Irmãos se reencontram 50 anos depois: internados lado a lado

Um encontro emocionado dentro de um hospital. Sem saber, dois irmãos – que não se viam há pelo menos 50 anos – ficaram lado a lado em leitos do Hospital Geral do Estado (HGE), em Maceió.
Adolfo e Antônio Teixeira da Silva deram entrada na unidade com problemas semelhantes, no intestino, no início deste mês: um no dia 5 e o outro no dia 12.
Eles ficaram cinco dias na mesma enfermaria, sem nenhuma desconfiança do parentesco. Até que chegou a hora da transferência para outro hospital e os nomes dos dois foram chamados por um funcionário do hospital.

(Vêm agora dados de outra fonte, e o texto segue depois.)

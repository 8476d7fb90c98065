"""Fault catalogue: errors name what is wrong; each point applies and clears."""

from __future__ import annotations

import math

import msgpack
import numpy as np
import pytest

from emulator.faults import CATALOGUE, FaultError, FaultSet
from emulator.plant import layout as L  # noqa: N812
from emulator.protocol.header import HEADER
from tests.link.conftest import command, make_rig, run


def echo(rig, m):
    over = {"line.breaker_close": 1.0}
    for u in rig.plant.params.line_converters:
        over[f"{u.name}.line_contactor_close"] = 1.0
    return command(rig, m[1], duty=0.5, gates=1, **over)


def rig_with_faults(params, **kw):
    async def go():
        rig, ctl = await make_rig(params, echo, **kw)
        rig.faults = FaultSet(rig, seed=1)
        return rig, ctl
    return run(go())


def measured(rig, ctl, name: str, k: int = -1) -> float:
    i = rig.signal_map.index("measurement", name)
    wire = msgpack.unpackb(ctl.received[k])[len(HEADER) + i]
    return wire * rig.signal_map.measurements[i].scale


@pytest.mark.parametrize(("args", "words"), [
    (("no-such-fault", "DC-A.voltage_v"), "no fault named"),
    (("sensor-gain", "DC-A.voltage_v", {"gain": 50.0}), "gain must be 1 within 0..10"),
    (("sensor-gain", "DC-A.voltage_v", {"gian": 2.0}), "no parameter 'gian'"),
    (("sensor-gain", "DC-Z.voltage_v"), "no analog channel named 'DC-Z.voltage_v'"),
    (("low-adhesion", "INV-A1.m9"), "no axle named"),
])
def test_bad_faults_are_refused_with_a_clear_message(params, args, words) -> None:
    rig, _ = rig_with_faults(params)
    with pytest.raises(FaultError, match=words.replace("(", r"\(")):
        rig.faults.add(*args)


@pytest.mark.parametrize("when", ["train.speed > 3", "train.speed_mps >> 3",
                                  "__import__('os') > 1", "train.speed_mps > fast"])
def test_conditions_are_parsed_never_evaluated(params, when: str) -> None:
    rig, _ = rig_with_faults(params)
    with pytest.raises(FaultError):
        rig.faults.add("low-adhesion", "INV-A1.m1", when=when)


def test_every_catalogue_entry_names_its_point() -> None:
    assert {k.point for k in CATALOGUE.values()} == {"measurement", "command", "plant", "line",
                                                     "link"}


def test_stuck_sensor_applies_and_clears_by_time(params) -> None:
    rig, ctl = rig_with_faults(params, ideal_dc_links=True)
    rig.faults.add("sensor-stuck", "DC-A.voltage_v", {"value": 0.0}, at_s=0.05, until_s=0.1)
    run(rig.run(frames=80))
    assert measured(rig, ctl, "DC-A.voltage_v") == 0.0
    assert rig.faults.listing()[0]["state"] == "active"
    run(rig.run(frames=150))
    assert measured(rig, ctl, "DC-A.voltage_v") == pytest.approx(1800, abs=20)
    assert rig.faults.listing()[0]["state"] == "cleared"


def test_encoder_pulse_loss_drifts_the_count(params) -> None:
    rig, ctl = rig_with_faults(params, ideal_dc_links=True)
    rig.faults.add("encoder-pulse-loss", "INV-A1.m1", {"counts_per_s": 1000.0})
    run(rig.run(frames=200))
    lost = measured(rig, ctl, "INV-A1.m2.encoder_count") - measured(rig, ctl,
                                                                    "INV-A1.m1.encoder_count")
    assert lost % 65536 == pytest.approx(199, abs=2)  # 1000 counts/s for 0.2 s, at rest


def test_gate_driver_fault_blocks_the_inverter_and_raises_its_flag(params) -> None:
    rig, ctl = rig_with_faults(params, ideal_dc_links=True)
    rig.faults.add("gate-driver-fault", "INV-A2")
    run(rig.run(frames=20))
    enabled = rig.plant.iu[:, L.IU_ENABLE]
    assert enabled[1] == 0.0 and enabled[0] == 1.0
    assert measured(rig, ctl, "INV-A2.gate_fault") == 7


def test_low_adhesion_by_condition(params) -> None:
    rig, _ = rig_with_faults(params, ideal_dc_links=True)
    rig.plant.set_speed(4.0)
    rig.faults.add("low-adhesion", "INV-B1.m2", {"factor": 0.2}, when="train.speed_mps < 3.9")
    run(rig.run(frames=5))
    assert rig.plant.mpar[5, L.MP_ADHESION_FACTOR] == 1.0
    rig.plant.set_speed(3.0)
    run(rig.run(frames=10))
    assert rig.plant.mpar[5, L.MP_ADHESION_FACTOR] == pytest.approx(0.2)


def test_contactor_that_wont_close(params) -> None:
    rig, _ = rig_with_faults(params)
    rig.faults.add("contactor-wont-close", "LC-B1")
    run(rig.run(frames=200))
    closed = rig.plant.read("line_converter.line_contactor_closed")
    assert list(closed) == [1.0, 1.0, 0.0, 1.0]


def test_capacitance_loss_is_restored_on_clear(params) -> None:
    rig, _ = rig_with_faults(params)
    c0 = rig.plant.kp[0, L.KP_C]
    rig.faults.add("link-capacitance-loss", "DC-A", {"remaining": 0.5}, at_s=0.01, until_s=0.02)
    run(rig.run(frames=15))
    assert rig.plant.kp[0, L.KP_C] == pytest.approx(0.5 * c0)
    run(rig.run(frames=30))
    assert rig.plant.kp[0, L.KP_C] == c0


def test_telegram_loss_at_the_link(params) -> None:
    rig, _ = rig_with_faults(params, ideal_dc_links=True, watchdog_frames=50)
    rig.faults.add("telegram-loss", "link", {"probability": 0.5})
    run(rig.run(frames=1000))
    dropped = rig.health.rejected["fault_dropped"]
    assert 400 < dropped < 600  # binomial, n = 1000, p = 0.5
    assert math.isclose(dropped + rig.health.accepted, 1000, abs_tol=1)
    assert np.all(np.isfinite(rig.plant.ms))


def test_open_motor_phase_opens_and_reconnects(params) -> None:
    # The physics of the open phase is checked against scipy in
    # tests/plant/test_open_phase.py; here: the fault reaches the right motor and clears.
    rig, _ = rig_with_faults(params)
    rig.faults.add("open-motor-phase", "INV-A2.m2", {"phase": 2}, at_s=0.01, until_s=0.03)
    run(rig.run(frames=20))
    assert list(rig.plant.mu[:, L.MU_OPEN_PHASE]) == [0, 0, 0, 3.0, 0, 0, 0, 0]
    run(rig.run(frames=40))  # frames counts from the start of the run
    assert not rig.plant.mu[:, L.MU_OPEN_PHASE].any()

Ele leu os nomes nos prontuários e percebeu os olhares surpresos entre os dois.
“Eles começaram a se olhar aí achei estranho e conferi o nome do pai. Um deles puxou a foto do pai e foi quando tiveram a certeza do parentesco. Eles se abraçaram e choraram. Eu também me emocionei”, disse o auxiliar administrativo José Amorim de Oliveira.
História
Adolfo e Antônio moravam em Arcoverde, Pernambuco, quando Antônio se mudou para trabalhar em Maceió.
O trabalho o fez mudar para outros estados, São Paulo, Rio de Janeiro e Minas Gerais, até que perdeu contato com a família.
“Isso foi na adolescência, quando tinha 14, 15 anos. Fiquei sabendo que ele [Adolfo] tinha família, mas desde então a gente não se viu mais”, afirma Antônio Silva. Cada um seguiu seu rumo.
Anos mais tarde, os dois fixaram residência em Alagoas, mas ainda sem saber do paradeiro um do outro. Cinco décadas de angústias, de buscas sem notícias, mesmo morando em cidades vizinhas nos últimos anos.
Adolfo, hoje com 89 anos, mora em Rio Largo. Antônio, 68, no Jacintinho, em Maceió.
Os irmãos seguem em tratamento no hospital para onde foram transferidos.
Funcionários emocionados
Surpresos e emocionados, os funcionários acompanham de perto a história deles.
“Isso me tocou muito, principalmente pela época que estamos. Época que as famílias se juntam e celebram. Época de muito amor e carinho. Os idosos tendem a somar perdas, aqui eles ganharam a família um do outro”, diz a enfermeira Ivanize Guimarães.
Agradecidos
A emoção do reencontro inusitado ainda não passou.
“Estou muito feliz e agradecido a Deus por isso”, afirma Adolfo da Silva.
Eles agora planejam uma festa em família, quando se recuperarem fisicamente.
“Já conheci sobrinhas, a filha dele e falei com a esposa. Obrigado Deus por esse reencontro”, diz emocionado.